# Try it
Copy out all of the entries below without any change.

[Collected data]
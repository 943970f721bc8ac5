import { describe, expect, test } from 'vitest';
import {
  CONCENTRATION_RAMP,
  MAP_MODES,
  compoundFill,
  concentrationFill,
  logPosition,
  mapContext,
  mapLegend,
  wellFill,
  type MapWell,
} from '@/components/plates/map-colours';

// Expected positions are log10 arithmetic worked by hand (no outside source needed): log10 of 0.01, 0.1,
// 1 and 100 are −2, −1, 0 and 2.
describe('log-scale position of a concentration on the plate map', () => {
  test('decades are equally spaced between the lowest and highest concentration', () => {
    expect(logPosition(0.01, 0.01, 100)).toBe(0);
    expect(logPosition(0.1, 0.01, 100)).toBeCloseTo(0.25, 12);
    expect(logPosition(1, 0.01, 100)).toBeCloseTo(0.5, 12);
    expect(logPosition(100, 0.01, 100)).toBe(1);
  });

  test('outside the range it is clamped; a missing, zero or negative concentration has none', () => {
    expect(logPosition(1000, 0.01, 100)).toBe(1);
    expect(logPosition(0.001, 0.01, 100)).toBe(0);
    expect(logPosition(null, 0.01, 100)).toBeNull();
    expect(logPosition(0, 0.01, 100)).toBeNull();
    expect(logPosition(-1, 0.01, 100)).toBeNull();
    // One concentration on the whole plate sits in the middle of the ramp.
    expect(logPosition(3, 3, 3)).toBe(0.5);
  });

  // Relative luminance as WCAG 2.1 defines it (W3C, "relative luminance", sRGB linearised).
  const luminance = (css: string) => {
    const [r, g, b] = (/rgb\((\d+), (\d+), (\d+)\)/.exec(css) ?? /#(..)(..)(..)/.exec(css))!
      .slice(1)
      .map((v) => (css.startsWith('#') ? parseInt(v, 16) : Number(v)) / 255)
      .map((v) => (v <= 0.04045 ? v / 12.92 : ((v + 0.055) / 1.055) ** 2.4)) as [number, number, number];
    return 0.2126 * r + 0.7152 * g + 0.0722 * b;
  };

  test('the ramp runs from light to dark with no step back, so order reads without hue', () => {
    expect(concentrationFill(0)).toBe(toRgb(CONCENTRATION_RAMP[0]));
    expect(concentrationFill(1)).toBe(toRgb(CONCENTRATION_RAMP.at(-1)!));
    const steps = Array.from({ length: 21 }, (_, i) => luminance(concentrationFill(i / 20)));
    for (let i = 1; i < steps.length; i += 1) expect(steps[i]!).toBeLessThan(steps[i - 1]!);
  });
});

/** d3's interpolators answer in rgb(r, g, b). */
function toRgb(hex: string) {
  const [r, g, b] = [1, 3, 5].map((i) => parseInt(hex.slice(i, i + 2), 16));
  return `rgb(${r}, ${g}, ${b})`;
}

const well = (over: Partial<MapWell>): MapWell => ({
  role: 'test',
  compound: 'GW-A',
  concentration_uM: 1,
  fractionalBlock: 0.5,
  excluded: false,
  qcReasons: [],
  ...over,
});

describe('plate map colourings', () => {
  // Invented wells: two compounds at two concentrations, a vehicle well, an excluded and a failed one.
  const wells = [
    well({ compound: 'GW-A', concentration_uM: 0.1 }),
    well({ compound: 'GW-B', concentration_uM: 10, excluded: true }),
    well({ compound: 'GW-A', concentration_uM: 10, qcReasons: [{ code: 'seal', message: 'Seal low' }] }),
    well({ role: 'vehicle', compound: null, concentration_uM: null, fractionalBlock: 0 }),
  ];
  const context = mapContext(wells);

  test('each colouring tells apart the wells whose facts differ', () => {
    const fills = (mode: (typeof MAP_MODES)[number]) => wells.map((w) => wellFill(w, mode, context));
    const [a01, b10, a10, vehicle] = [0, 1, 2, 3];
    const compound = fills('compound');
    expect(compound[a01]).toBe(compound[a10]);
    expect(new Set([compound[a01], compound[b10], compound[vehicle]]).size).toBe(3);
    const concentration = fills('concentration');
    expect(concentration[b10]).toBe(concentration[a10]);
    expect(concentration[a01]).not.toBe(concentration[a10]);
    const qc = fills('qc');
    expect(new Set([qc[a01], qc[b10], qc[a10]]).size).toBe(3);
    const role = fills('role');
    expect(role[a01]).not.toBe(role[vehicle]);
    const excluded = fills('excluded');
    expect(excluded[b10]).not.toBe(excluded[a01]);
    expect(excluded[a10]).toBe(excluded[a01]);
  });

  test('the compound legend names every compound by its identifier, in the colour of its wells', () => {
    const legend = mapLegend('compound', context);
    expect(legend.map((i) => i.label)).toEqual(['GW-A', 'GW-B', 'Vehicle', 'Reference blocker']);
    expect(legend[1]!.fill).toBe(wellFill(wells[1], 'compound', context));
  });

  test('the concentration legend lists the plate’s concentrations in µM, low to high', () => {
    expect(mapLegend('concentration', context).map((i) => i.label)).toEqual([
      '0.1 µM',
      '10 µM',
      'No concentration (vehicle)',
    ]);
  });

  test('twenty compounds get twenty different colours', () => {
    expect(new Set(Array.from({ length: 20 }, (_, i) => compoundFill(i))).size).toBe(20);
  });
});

# Reply
repository 943970f721bc8ac5
import { describe, expect, test } from 'vitest';
import {
  CONCENTRATION_RAMP,
  MAP_MODES,
  compoundFill,
  concentrationFill,
  logPosition,
  mapContext,
  mapLegend,
  wellFill,
  type MapWell,
} from '@/components/plates/map-colours';

// Expected positions are log10 arithmetic worked by hand (no outside source needed): log10 of 0.01, 0.1,
// 1 and 100 are −2, −1, 0 and 2.
describe('log-scale position of a concentration on the plate map', () => {
  test('decades are equally spaced between the lowest and highest concentration', () => {
    expect(logPosition(0.01, 0.01, 100)).toBe(0);
    expect(logPosition(0.1, 0.01, 100)).toBeCloseTo(0.25, 12);
    expect(logPosition(1, 0.01, 100)).toBeCloseTo(0.5, 12);
    expect(logPosition(100, 0.01, 100)).toBe(1);
  });

  test('outside the range it is clamped; a missing, zero or negative concentration has none', () => {
    expect(logPosition(1000, 0.01, 100)).toBe(1);
    expect(logPosition(0.001, 0.01, 100)).toBe(0);
    expect(logPosition(null, 0.01, 100)).toBeNull();
    expect(logPosition(0, 0.01, 100)).toBeNull();
    expect(logPosition(-1, 0.01, 100)).toBeNull();
    // One concentration on the whole plate sits in the middle of the ramp.
    expect(logPosition(3, 3, 3)).toBe(0.5);
  });

  // Relative luminance as WCAG 2.1 defines it (W3C, "relative luminance", sRGB linearised).
  const luminance = (css: string) => {
    const [r, g, b] = (/rgb\((\d+), (\d+), (\d+)\)/.exec(css) ?? /#(..)(..)(..)/.exec(css))!
      .slice(1)
      .map((v) => (css.startsWith('#') ? parseInt(v, 16) : Number(v)) / 255)
      .map((v) => (v <= 0.04045 ? v / 12.92 : ((v + 0.055) / 1.055) ** 2.4)) as [number, number, number];
    return 0.2126 * r + 0.7152 * g + 0.0722 * b;
  };

  test('the ramp runs from light to dark with no step back, so order reads without hue', () => {
    expect(concentrationFill(0)).toBe(toRgb(CONCENTRATION_RAMP[0]));
    expect(concentrationFill(1)).toBe(toRgb(CONCENTRATION_RAMP.at(-1)!));
    const steps = Array.from({ length: 21 }, (_, i) => luminance(concentrationFill(i / 20)));
    for (let i = 1; i < steps.length; i += 1) expect(steps[i]!).toBeLessThan(steps[i - 1]!);
  });
});

/** d3's interpolators answer in rgb(r, g, b). */
function toRgb(hex: string) {
  const [r, g, b] = [1, 3, 5].map((i) => parseInt(hex.slice(i, i + 2), 16));
  return `rgb(${r}, ${g}, ${b})`;
}

const well = (over: Partial<MapWell>): MapWell => ({
  role: 'test',
  compound: 'GW-A',
  concentration_uM: 1,
  fractionalBlock: 0.5,
  excluded: false,
  qcReasons: [],
  ...over,
});

describe('plate map colourings', () => {
  // Invented wells: two compounds at two concentrations, a vehicle well, an excluded and a failed one.
  const wells = [
    well({ compound: 'GW-A', concentration_uM: 0.1 }),
    well({ compound: 'GW-B', concentration_uM: 10, excluded: true }),
    well({ compound: 'GW-A', concentration_uM: 10, qcReasons: [{ code: 'seal', message: 'Seal low' }] }),
    well({ role: 'vehicle', compound: null, concentration_uM: null, fractionalBlock: 0 }),
  ];
  const context = mapContext(wells);

  test('each colouring tells apart the wells whose facts differ', () => {
    const fills = (mode: (typeof MAP_MODES)[number]) => wells.map((w) => wellFill(w, mode, context));
    const [a01, b10, a10, vehicle] = [0, 1, 2, 3];
    const compound = fills('compound');
    expect(compound[a01]).toBe(compound[a10]);
    expect(new Set([compound[a01], compound[b10], compound[vehicle]]).size).toBe(3);
    const concentration = fills('concentration');
    expect(concentration[b10]).toBe(concentration[a10]);
    expect(concentration[a01]).not.toBe(concentration[a10]);
    const qc = fills('qc');
    expect(new Set([qc[a01], qc[b10], qc[a10]]).size).toBe(3);
    const role = fills('role');
    expect(role[a01]).not.toBe(role[vehicle]);
    const excluded = fills('excluded');
    expect(excluded[b10]).not.toBe(excluded[a01]);
    expect(excluded[a10]).toBe(excluded[a01]);
  });

  test('the compound legend names every compound by its identifier, in the colour of its wells', () => {
    const legend = mapLegend('compound', context);
    expect(legend.map((i) => i.label)).toEqual(['GW-A', 'GW-B', 'Vehicle', 'Reference blocker']);
    expect(legend[1]!.fill).toBe(wellFill(wells[1], 'compound', context));
  });

  test('the concentration legend lists the plate’s concentrations in µM, low to high', () => {
    expect(mapLegend('concentration', context).map((i) => i.label)).toEqual([
      '0.1 µM',
      '10 µM',
      'No concentration (vehicle)',
    ]);
  });

  test('twenty compounds get twenty different colours', () => {
    expect(new Set(Array.from({ length: 20 }, (_, i) => compoundFill(i))).size).toBe(20);
  });
});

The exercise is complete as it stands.